How a community brought down child mortality by 95%
Imagine a world in which pregnant women and little kids get regular home visits from a health worker — and free health care. That’s the ground-breaking approach that’s being adopted in one of the world’s poorest countries: the West African nation of Mali.
A nurse from the country’s cadre of community health workers visits each of the homes in her designated area, which contains roughly 1,000 people, at least twice a month. She diagnoses, treats and refer patients. It’s part of a free door-to-door health-care plan that began in 2008 as a trial by the government.
When data from seven-year trial was compiled by a team including researchers from the University of California, they found that child mortality for kids under age 5 dropped by an astounding 95%, according to findings published last year in BMJ Global Health. The population in the study area was 77,132 in 2013. During the seven years of the study, child mortality rates for that demographic fell from 154 deaths for every 1,000 live births in Yirimadio, among the worst in the world, to 7 – comparable to the 6.5 figure in the U.S.

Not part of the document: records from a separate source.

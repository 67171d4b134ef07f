"""A standing as plain text for a terminal."""

from collections.abc import Iterator

from creditdesk.base.display import format_number, format_pd
from creditdesk.case.document import Case
from creditdesk.case.standing import FactorStanding, SecondOpinion, Standing
from creditdesk.case.what_if import Answer, WhatIf
from creditdesk.ratios.spec import Unit

_WIDTH = 34
_SCALES = {"logit": "log-odds", "probit": "index units", "none": "score units"}


def standing_text(case: Case, what_if: WhatIf) -> str:
    """Return the standing, and beside it what the case's scenarios come to, as lines of text."""
    return "\n".join(_lines(case, what_if))


def _lines(case: Case, what_if: WhatIf) -> Iterator[str]:
    standing = what_if.ink
    yield f"{standing.obligor}, {case.obligor.country}"
    yield f"Figures to {standing.period}, assessed on {standing.assessed_on}"
    yield f"Model {standing.model.name} {standing.model.version}, {standing.model.digest}"
    yield ""
    yield from _verdict(standing)
    yield ""
    scale = _SCALES[standing.model.link]
    start = f"From the reference borrower (score {standing.reference.score:.4f}) to this one, in {scale}"
    yield start if standing.score is not None else "Factors; without a score none contributes"
    for factor in standing.factors:
        yield _factor(factor)
    if standing.score is not None:
        yield f"  {'score':<{_WIDTH}}{'':>20}  {standing.score:+.4f}"
    scenarios = tuple(line for answer in what_if.answers for line in _scenario(answer))
    for title, texts in (
        (f"What if; as the figures stand: {_pd_and_grade(standing)}", scenarios),
        ("Reasons", standing.reasons),
        (
            "Second opinions",
            tuple(map(_opinion, standing.second_opinions)),
        ),
        ("Findings", tuple(f"{one.severity.value}: {one.text}" for one in standing.findings)),
        ("Cautions", standing.cautions),
    ):
        if texts:
            yield ""
            yield title
            yield from (f"  {text}" for text in texts)


def _verdict(standing: Standing) -> Iterator[str]:
    if standing.pd_final is None:
        yield "Probability of default: none"
    else:
        usable = "" if standing.usable else " (not usable until findings of severity stop are resolved)"
        yield f"Probability of default {format_pd(standing.pd_final)}{usable}"
        yield f"for the twelve months from {standing.pd_runs_from} to {standing.pd_runs_to}"
    if standing.pd_calibrated is not None and standing.pd_calibrated != standing.pd_final:
        yield f"By the model {format_pd(standing.pd_calibrated)}"
    interval = standing.pd_interval
    if interval is not None:
        bounds = f"{format_pd(interval.low)} to {format_pd(interval.high)}"
        yield f"{100 * interval.level:.0f} % interval {bounds}: uncertainty of the fitted coefficients only"
    grade = standing.grade
    yield f"Grade {grade.final}" + (f" (by the model {grade.model})" if grade.model != grade.final else "")


def _scenario(answer: Answer) -> Iterator[str]:
    """Word what a scenario comes to, and what a reader should know of it."""
    scenario, standing = answer.scenario, answer.standing
    if standing is None:
        told = "not worked out"
    elif scenario.marks:
        told = _pd_and_grade(standing)
    else:
        told = "judged in words" if scenario.judgement else "nothing is marked"
    yield f"{scenario.name:<{_WIDTH}}  {told}"
    yield from (f"  {finding.severity.value}: {finding.text}" for finding in answer.findings)


def _pd_and_grade(standing: Standing) -> str:
    pd = "none" if standing.pd_final is None else format_pd(standing.pd_final)
    return f"PD {pd}, grade {standing.grade.final}{'' if standing.usable else ' (not usable)'}"


def _factor(factor: FactorStanding) -> str:
    if factor.value is None:
        value = (factor.reason or "").replace("_", " ")
    else:
        percent = factor.unit == Unit.PERCENT.value
        value = f"{format_number(100 * factor.value, 1)} %" if percent else format_number(factor.value, 2)
    amount = "" if factor.log_odds is None else f"  {factor.log_odds:+.4f}"
    return f"  {factor.label:<{_WIDTH}}{value:>20}{amount}{'  (capped)' if factor.capped else ''}"


def _opinion(one: SecondOpinion) -> str:
    """Word a second opinion; where it has no score, its reading is the whole sentence why."""
    if one.score is None:
        return one.reading
    pd = "" if one.pd is None else f", PD {format_pd(one.pd)}"
    outside = "" if one.in_scope else f" (outside its scope: {one.scope_text})"
    return f"{one.label}: {one.score:.2f}{pd}, {one.reading}{outside}"
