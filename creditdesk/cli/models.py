"""The model a command was asked to apply."""

from difflib import get_close_matches
from pathlib import Path

from creditdesk.base.errors import UserError
from creditdesk.case.lead import with_named_model
from creditdesk.house.book import HouseBook


def with_model_asked_for(house: HouseBook, name: str) -> HouseBook:
    """Return the house book with the model of ``--model``: one of its own, or a file; a blank name asks for none.

    Raises UserError naming the nearest where there is no such model, or where the file is no usable model.
    """
    found = with_named_model(house, name, Path.cwd())
    if name and name not in found.models:
        near = get_close_matches(name, house.models, n=1)
        hint = f" Did you mean {near[0]}?" if near else ""
        raise UserError("model", f"--model: found {name!r}, allowed: a model file or {', '.join(house.models)}.{hint}")
    return found
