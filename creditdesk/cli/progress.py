"""How far long work is, told on a terminal and nowhere else."""

import sys

from creditdesk.case.what_if import Step

_WIDTH = 78


def terminal_step() -> Step | None:
    """Return what tells a terminal how far the work is, in one line that goes when it is done; None without one."""
    return _tell if sys.stderr.isatty() else None


def _tell(words: str, done: int, total: int) -> None:
    told = f"{words[: _WIDTH - 8]} {100 * done // max(total, 1):3d} %"
    ended = done >= total
    sys.stderr.write(f"\r{'' if ended else told:<{_WIDTH}}" + ("\r" if ended else ""))
    sys.stderr.flush()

And now the program will be extended to the entire country. President Ibrahim Boubacar Keïta announced a target date of 2022 for nationwide coverage — at a cost of $120 million. This localized, free health care for pregnant women and children under age 5 could help the West African nation meet the U.N. Millennium Development Goals. A key factor will be the provision of community health care workers who’ll be trained to do the door-to-door work.
The decision has earned praise from policy experts and patients alike. “This is long overdue,” says Dr. Eric Buch, a medical doctor and professor of health policy and management at South Africa’s University of Pretoria, who was not involved in the study. “Free health care for mothers and children under 5 is a very effective way of reducing mortality, and it could have a huge impact.”
The key to long-term success is long-term funding. Mali’s planned reforms rely on external funding from bodies such as the Clinton Health Access Initiative to supplement government spending. But there is no guarantee this funding source will last in future decades, and Mali will need to find a long-term solution that may involve restructuring its budget.